EXERCISE DATA —
___

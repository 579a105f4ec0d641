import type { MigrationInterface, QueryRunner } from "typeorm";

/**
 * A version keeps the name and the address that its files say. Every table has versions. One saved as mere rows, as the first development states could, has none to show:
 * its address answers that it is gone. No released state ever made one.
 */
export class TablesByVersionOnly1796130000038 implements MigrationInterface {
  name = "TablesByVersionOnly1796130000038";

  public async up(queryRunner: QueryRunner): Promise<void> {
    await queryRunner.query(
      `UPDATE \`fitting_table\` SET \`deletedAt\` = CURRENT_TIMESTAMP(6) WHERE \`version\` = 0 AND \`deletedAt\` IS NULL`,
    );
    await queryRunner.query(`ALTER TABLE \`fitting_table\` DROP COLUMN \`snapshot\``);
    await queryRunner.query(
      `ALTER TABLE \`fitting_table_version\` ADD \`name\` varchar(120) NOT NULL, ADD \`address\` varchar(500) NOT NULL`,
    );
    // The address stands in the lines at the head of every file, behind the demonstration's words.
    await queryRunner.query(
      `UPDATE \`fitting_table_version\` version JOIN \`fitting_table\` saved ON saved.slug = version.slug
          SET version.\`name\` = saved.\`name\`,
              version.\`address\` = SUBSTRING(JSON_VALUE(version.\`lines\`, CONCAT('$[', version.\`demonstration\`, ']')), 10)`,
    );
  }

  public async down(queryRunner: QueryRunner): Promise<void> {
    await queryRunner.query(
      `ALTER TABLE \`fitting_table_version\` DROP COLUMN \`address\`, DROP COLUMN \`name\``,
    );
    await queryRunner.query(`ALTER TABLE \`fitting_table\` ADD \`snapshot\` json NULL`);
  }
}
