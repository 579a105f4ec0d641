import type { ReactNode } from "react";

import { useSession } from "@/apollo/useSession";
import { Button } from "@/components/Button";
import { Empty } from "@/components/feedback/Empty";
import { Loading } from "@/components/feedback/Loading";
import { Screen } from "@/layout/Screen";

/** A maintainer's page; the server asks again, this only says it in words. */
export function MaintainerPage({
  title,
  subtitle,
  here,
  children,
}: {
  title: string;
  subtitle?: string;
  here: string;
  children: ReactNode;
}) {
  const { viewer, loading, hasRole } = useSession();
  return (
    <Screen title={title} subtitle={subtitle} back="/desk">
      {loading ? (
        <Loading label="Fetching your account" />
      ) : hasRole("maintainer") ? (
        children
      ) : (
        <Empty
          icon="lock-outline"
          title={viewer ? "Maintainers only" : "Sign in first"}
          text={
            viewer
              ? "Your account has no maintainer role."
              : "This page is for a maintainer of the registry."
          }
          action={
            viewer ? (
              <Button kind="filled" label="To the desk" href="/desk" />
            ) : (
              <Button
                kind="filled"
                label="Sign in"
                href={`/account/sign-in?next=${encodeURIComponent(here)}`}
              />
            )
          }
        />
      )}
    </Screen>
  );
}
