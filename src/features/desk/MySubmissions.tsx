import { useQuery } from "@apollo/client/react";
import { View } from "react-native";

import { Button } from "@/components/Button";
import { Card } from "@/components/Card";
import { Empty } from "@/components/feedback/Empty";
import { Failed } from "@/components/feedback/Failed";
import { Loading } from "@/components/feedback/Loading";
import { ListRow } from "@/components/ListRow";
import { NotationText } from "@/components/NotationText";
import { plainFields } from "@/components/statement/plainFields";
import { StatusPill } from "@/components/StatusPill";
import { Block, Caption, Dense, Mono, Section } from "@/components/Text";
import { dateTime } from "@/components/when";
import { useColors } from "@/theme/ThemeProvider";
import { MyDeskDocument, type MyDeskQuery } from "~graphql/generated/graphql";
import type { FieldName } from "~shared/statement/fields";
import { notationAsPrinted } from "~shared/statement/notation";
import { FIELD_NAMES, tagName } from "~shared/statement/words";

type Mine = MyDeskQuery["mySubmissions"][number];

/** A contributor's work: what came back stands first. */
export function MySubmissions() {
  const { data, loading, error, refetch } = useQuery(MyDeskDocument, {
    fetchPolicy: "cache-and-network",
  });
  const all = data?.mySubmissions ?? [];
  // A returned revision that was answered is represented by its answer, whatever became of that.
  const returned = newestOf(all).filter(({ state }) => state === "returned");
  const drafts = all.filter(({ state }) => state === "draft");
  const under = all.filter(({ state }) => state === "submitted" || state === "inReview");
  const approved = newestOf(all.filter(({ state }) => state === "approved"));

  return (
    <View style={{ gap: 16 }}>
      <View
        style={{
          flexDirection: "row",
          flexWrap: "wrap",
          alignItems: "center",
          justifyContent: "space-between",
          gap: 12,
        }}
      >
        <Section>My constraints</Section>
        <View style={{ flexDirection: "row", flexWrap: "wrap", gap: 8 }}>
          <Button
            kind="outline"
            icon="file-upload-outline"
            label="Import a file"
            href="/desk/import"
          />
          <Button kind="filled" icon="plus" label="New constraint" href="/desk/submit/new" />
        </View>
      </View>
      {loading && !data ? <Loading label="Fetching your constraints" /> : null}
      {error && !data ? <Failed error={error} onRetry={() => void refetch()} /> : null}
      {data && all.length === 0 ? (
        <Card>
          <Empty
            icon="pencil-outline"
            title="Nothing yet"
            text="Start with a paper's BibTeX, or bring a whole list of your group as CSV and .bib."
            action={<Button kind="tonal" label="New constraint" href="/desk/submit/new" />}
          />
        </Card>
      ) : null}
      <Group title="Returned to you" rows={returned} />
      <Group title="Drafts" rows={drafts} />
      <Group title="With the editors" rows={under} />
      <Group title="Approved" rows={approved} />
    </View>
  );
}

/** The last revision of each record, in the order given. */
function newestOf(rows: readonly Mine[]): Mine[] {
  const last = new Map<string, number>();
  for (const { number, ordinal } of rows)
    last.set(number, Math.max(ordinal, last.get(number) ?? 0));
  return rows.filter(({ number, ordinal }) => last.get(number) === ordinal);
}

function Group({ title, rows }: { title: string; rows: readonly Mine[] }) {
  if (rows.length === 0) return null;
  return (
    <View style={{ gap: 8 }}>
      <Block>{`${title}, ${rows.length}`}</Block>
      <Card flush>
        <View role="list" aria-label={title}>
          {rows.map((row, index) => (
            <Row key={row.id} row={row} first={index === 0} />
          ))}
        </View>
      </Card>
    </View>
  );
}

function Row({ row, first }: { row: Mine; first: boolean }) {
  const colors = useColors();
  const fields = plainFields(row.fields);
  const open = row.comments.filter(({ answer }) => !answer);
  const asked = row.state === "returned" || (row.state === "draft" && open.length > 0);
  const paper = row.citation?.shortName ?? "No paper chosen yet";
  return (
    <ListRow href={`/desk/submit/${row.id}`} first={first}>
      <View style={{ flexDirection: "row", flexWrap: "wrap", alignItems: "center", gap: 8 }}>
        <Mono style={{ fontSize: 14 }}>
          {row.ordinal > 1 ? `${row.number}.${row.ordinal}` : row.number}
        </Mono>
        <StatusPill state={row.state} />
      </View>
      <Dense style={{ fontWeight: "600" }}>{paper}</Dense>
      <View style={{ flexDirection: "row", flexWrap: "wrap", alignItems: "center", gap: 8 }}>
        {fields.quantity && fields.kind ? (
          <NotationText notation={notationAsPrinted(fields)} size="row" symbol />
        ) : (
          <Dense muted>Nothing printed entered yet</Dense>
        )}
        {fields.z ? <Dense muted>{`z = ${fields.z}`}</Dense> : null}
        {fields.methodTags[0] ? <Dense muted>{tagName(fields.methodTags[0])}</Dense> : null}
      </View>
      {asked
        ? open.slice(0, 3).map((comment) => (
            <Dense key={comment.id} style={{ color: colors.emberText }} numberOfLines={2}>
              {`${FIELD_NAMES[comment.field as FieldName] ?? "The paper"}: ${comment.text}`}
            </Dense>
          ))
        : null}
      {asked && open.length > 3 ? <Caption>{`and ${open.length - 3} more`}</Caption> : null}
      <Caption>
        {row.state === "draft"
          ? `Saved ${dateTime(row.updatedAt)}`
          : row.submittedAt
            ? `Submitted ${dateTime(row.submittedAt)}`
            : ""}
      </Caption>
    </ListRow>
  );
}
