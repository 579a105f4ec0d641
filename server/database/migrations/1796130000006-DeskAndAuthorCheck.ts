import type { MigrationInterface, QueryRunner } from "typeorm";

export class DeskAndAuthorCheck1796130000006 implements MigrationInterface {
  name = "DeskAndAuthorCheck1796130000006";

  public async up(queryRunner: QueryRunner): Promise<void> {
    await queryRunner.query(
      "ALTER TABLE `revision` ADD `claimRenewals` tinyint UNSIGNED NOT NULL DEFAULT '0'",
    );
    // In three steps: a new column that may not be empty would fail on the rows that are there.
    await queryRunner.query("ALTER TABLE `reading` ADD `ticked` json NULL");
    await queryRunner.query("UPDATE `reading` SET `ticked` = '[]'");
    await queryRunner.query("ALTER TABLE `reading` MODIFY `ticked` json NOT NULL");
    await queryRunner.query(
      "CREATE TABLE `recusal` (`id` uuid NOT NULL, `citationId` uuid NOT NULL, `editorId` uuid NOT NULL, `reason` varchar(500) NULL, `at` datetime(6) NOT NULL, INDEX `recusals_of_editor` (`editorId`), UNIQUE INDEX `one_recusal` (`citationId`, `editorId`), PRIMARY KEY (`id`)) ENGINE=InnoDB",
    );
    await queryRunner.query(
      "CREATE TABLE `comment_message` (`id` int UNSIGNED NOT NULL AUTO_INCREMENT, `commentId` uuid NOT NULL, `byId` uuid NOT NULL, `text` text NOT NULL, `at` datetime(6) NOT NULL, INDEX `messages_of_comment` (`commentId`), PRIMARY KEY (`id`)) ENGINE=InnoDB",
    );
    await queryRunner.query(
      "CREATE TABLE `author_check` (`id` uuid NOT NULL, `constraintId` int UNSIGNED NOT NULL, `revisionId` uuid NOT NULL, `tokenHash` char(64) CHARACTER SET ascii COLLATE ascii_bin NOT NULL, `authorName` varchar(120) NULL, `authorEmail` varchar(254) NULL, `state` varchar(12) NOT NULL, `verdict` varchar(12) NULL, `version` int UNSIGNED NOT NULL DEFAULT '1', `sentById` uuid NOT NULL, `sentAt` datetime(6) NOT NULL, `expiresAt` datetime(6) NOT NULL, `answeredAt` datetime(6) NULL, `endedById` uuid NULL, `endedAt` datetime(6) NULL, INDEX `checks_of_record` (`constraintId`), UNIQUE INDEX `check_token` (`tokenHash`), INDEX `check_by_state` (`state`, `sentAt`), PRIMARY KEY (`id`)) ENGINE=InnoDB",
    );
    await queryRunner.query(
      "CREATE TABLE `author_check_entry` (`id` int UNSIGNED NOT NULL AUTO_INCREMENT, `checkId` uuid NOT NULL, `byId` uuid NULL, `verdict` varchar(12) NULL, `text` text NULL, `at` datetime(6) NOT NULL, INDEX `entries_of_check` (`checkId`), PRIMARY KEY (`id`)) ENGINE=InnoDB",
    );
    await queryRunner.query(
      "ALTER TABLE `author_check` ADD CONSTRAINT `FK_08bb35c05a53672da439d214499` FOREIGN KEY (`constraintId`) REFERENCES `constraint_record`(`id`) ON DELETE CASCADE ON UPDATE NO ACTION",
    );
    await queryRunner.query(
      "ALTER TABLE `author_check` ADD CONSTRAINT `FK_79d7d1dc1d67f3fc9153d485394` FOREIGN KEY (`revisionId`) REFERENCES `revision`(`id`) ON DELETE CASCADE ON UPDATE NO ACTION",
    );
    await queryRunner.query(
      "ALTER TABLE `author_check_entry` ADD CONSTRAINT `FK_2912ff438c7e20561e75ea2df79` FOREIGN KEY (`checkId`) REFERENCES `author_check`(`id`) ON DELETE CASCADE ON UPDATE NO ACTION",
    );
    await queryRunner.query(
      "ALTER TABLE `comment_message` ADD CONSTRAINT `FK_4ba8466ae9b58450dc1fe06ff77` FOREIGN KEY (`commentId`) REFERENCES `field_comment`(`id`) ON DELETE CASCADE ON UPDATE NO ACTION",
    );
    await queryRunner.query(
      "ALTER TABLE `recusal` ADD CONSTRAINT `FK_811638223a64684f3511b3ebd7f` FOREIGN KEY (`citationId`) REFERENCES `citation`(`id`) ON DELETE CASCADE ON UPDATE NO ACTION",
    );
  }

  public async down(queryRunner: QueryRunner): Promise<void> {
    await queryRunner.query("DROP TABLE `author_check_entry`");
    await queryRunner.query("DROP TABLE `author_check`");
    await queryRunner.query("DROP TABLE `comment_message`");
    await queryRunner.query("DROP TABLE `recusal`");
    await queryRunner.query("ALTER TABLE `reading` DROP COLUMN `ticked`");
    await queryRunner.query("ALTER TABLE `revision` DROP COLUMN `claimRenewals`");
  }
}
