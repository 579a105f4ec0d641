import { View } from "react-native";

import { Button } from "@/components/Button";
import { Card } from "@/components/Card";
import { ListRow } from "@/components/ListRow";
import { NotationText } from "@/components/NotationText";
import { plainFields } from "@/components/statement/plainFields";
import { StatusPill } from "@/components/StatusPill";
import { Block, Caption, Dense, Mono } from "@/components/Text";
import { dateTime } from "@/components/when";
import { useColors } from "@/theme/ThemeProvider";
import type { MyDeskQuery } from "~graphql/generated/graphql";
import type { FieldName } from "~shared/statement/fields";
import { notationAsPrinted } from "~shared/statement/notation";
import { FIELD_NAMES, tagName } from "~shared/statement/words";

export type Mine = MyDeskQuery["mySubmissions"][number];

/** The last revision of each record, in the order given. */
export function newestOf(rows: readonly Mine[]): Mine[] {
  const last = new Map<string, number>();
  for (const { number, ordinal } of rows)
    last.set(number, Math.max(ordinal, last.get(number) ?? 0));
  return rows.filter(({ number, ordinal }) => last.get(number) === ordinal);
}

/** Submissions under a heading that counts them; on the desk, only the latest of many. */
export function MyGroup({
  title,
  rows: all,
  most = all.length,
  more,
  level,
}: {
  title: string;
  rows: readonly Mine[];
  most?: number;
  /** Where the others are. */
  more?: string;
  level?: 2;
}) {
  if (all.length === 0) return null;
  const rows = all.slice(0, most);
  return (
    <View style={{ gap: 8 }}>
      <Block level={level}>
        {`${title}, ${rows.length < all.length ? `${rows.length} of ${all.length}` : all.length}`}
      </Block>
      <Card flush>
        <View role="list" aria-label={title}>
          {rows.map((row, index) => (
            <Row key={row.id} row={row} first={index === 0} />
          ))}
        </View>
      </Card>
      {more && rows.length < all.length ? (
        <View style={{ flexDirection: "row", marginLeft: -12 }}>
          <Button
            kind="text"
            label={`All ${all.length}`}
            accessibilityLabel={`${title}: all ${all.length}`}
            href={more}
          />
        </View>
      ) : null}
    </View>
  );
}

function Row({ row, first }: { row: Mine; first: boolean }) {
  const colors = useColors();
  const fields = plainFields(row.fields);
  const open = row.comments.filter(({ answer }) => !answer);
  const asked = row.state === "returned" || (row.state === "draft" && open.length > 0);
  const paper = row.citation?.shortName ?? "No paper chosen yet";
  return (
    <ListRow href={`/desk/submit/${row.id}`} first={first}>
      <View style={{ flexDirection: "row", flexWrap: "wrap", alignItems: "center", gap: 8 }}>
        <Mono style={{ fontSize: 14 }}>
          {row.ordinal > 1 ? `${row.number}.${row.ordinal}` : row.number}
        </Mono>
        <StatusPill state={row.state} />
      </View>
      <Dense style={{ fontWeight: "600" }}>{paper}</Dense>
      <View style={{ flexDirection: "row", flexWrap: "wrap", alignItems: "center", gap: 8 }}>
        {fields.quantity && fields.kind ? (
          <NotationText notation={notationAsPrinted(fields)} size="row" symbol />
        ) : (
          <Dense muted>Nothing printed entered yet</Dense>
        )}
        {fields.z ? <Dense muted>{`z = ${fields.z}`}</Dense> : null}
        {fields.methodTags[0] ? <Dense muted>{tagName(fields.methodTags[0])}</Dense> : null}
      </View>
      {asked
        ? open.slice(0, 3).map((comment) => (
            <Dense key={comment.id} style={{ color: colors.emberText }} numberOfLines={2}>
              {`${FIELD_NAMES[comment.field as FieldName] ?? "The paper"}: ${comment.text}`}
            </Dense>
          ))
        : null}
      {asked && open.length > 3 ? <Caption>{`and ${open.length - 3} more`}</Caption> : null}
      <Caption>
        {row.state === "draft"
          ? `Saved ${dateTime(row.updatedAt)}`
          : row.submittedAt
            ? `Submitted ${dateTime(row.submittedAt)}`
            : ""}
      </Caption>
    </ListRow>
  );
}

___

WHAT YOU SHOULD DO —
Everything from the first line of the records through the line holding "A version keeps" is to be transcribed exactly; leave out all other lines.

SOLUTION TO THIS EXERCISE —
repository 579a105f4ec0d641
import type { MigrationInterface, QueryRunner } from "typeorm";

/**
 * A version keeps the name and the address that its files say. Every table has versions. One saved as mere rows, as the first development states could, has none to show:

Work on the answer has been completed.